I would really REALLY suggest you spend a little more time researching those other compressors you so easily consider to be 'text streams', they are not.
for example, one of them also happens to hold the current record for non lossy image compression..
Its all a matter of feeding them the right models, and I can guarantee that a good PPM or CM set of models will do much better than a weeks worth
of model development - but of course they reason they WILL is because they take care of the downstream details - the work you have done in finding
context is exactly what they do need.
Remember, there are three stages to compression, and using 'state deep within a video decoder that doesn't apply to text streams (like what above-neighbor color presence bits are set)' is the top level - finding context to model. What I would suggest is that the decades of research as to how best to utilise that context
could be of use... then again perhaps you have done better than they can - and that is what testing against the corpus will show.
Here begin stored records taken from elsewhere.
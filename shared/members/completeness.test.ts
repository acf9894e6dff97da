import { describe, expect, it } from 'vitest';
import type { MemberRecord } from '../calc/record.ts';
import { parseInput } from './parse-input.ts';
import { runCalculation } from './run.ts';

/* What the completeness table says is held against the clauses of ANSI/AISC 360-22, by hand. */
const HELD = {
  mark: 'C',
  section: 'W12X79',
  material: 'A992',
  length: '14 ft',
  ends: 'held',
  Lcx: '14 ft',
  Lcy: '14 ft',
  Lcz: '14 ft',
  Lb: '14 ft',
  endMomentSign: 'bending',
};

function run(
  member: Record<string, unknown>,
  forces: Record<string, unknown>,
  analysis: Record<string, unknown> = {},
): MemberRecord {
  const parsed = parseInput({
    format: 1,
    standard: 'aisc360-22',
    design: 'LRFD',
    units: 'us',
    analysis: { method: 'direct', secondOrder: 'amplified', sway: 'none', ...analysis },
    members: [{ ...HELD, ...member, combinations: [{ name: 'any', P: '0 kip', ...forces }] }],
  });
  if (!parsed.ok) throw new Error(JSON.stringify(parsed.problems));
  const [found] = runCalculation(parsed.input).members;
  if (!found) throw new Error('no member');
  return found;
}

const told = (m: MemberRecord, id: string) => m.completeness.find((r) => r.id === id)?.cells[0];
const state = (m: MemberRecord, id: string) => told(m, id)?.state;
const all = { P: '10 kip', MxA: '10 kip ft', MyA: '5 kip ft' };

/** No cell of a member with all three forces may say that one of them is missing. */
function expectNoForceDenied(m: MemberRecord): void {
  for (const { id, cells } of m.completeness)
    for (const { because } of cells)
      expect(because, id).not.toMatch(/no moment about|only one of|no compression/);
}

// b/t = 3.95/0.625 = 6.32 (AISC Shapes Database v15.0); Chapter F has channels with compact elements only.
describe('a channel that is not compact: MC18×42.7, b/t = 6.32 > 0.38·√(29 000/150) = 5.28', () => {
  const strong = {
    section: 'MC18X42.7',
    material: { name: 'strong', Fy: '150 ksi', source: { kind: 'typed' } },
  };
  const m = run(strong, all);
  it('says outside scope of every major-axis state and of the interaction', () => {
    expectNoForceDenied(m);
    for (const id of ['yielding', 'ltb', 'flb', 'check'])
      expect(told(m, `flexure-major/${id}`)).toMatchObject({
        state: 'outside scope',
        address: 'c1:H1/x/lacking',
      });
    expect(state(m, 'interaction')).toBe('outside scope');
  });
  it('still checks the minor axis alone, and says NOT OK where that is exceeded', () => {
    expect(m.summary.verdict).toBe('NOT CHECKED');
    expect(told(m, 'flexure-minor/check')?.ratio).toBeGreaterThan(0);
    // 1.6·150·Sy = 1.6·150·4.64 = 1114 kip in = 92.8 kip ft is more than Mny can be.
    const worse = run(strong, { ...all, MyA: '500 kip ft' });
    expect(worse.summary).toMatchObject({
      verdict: 'NOT OK',
      governing: { address: 'c1:H1/y' },
    });
  });
});

describe('no second-order moment: W12×79, 60 ft, Pe1y = 0.8·π²·29 000·216/720² = 95.4 kip', () => {
  const lengths = { length: '60 ft', Lcx: '60 ft', Lcy: '60 ft', Lcz: '60 ft', Lb: '60 ft' };
  for (const Cb of ['1', 'auto']) {
    const m = run({ ...lengths, Cb }, { ...all, P: '96 kip' });
    it(`Cb ${Cb}: FAILED, with no reason that the forces deny`, () => {
      expect(m.summary.verdict).toBe('FAILED');
      expectNoForceDenied(m);
      expect(state(m, 'second-order/y')).toBe('governs');
      expect(state(m, 'flexure-minor/check')).toBe('not reached');
      expect(state(m, 'interaction')).toBe('not reached');
      expect(told(m, 'compression/check')).toMatchObject({
        state: 'does not govern',
        because: 'the combination is FAILED',
      });
    });
  }
  it('x fails, Cb from the diagram: its strength is not reached, not "less elsewhere"', () => {
    const m = run({ Cb: 'auto' }, { P: '5000 kip', MxA: '10 kip ft' });
    expect(m.summary.verdict).toBe('FAILED');
    for (const id of ['yielding', 'ltb', 'check'])
      expect(state(m, `flexure-major/${id}`)).toBe('not reached');
    expect(told(m, 'flexure-major/flb')).toMatchObject({ because: 'the flange is compact' });
  });
});

it('held within a plane that bends: outside scope, and the other axis stands by itself', () => {
  const m = run({ Lcy: '7 ft' }, all);
  expectNoForceDenied(m);
  expect(state(m, 'flexure-minor/check')).toBe('outside scope');
  expect(state(m, 'interaction')).toBe('outside scope');
  expect(told(m, 'flexure-major/check')?.ratio).toBeGreaterThan(0);
});

describe('lateral-torsional buckling', () => {
  it('limited by the plastic moment: yielding governs (F2-2 ≤ Mp)', () => {
    // Lb is just above Lp = 10.8 ft; Cb = 2.27 lifts F2-2 over Mp.
    const m = run({ Cb: '2.27' }, { MxA: '10 kip ft' });
    expect(state(m, 'flexure-major/yielding')).toBe('governs');
    expect(told(m, 'flexure-major/ltb')).toMatchObject({
      state: 'does not govern',
      because: 'limited by the plastic moment',
    });
  });
  it('with Cb = 1 it governs', () => {
    const m = run({}, { MxA: '10 kip ft' });
    expect(state(m, 'flexure-major/yielding')).toBe('does not govern');
    expect(state(m, 'flexure-major/ltb')).toBe('governs');
  });
  it('Lb = 0: held continuously, which is not the same as Lb ≤ Lp', () => {
    expect(told(run({ Lb: '0 ft' }, { MxA: '10 kip ft' }), 'flexure-major/ltb')?.because).toMatch(
      /continuously/,
    );
    expect(told(run({ Lb: '5 ft' }, { MxA: '10 kip ft' }), 'flexure-major/ltb')?.because).toMatch(
      /Lp/,
    );
  });
});

describe('slender elements in compression: W16×26, h/tw = 56.8 > 1.49·√(29 000/50) = 35.9', () => {
  const at = (length: string) =>
    run({ section: 'W16X26', length, Lcx: length, Lcy: length, Lcz: length }, { P: '1 kip' });
  it('partly effective in a short member', () =>
    expect(state(at('5 ft'), 'compression/slender')).toBe('governs'));
  it('fully effective at a low stress: 35.9·√(50/Fn) > 56.8 from Fn < 20.0 ksi', () => {
    // 30 ft: Fe = π²·29 000/(360/1.12)² = 2.77 ksi.
    expect(told(at('30 ft'), 'compression/slender')).toMatchObject({
      state: 'does not govern',
      because: 'slender elements are fully effective at this stress',
    });
  });
});

it('without forces says that there are none', () =>
  expect(told(run({}, {}), 'interaction')?.because).toBe('there are no forces'));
When it comes to non lossy compression, there is no such thing as a text compressor, there is no such thing as an exe compressor, there are just different
models of data, and different ways of using those models.
You are not the first, or I would suspect the last to look at bitstream detokenisation and recompression in its many forms..
If you dont read up on this, you are missing something that matters, for example:
But then perhaps you are aware of that all.
Dont get me wrong, 22% is VERY respectable on jpeg.. but why not try to do better.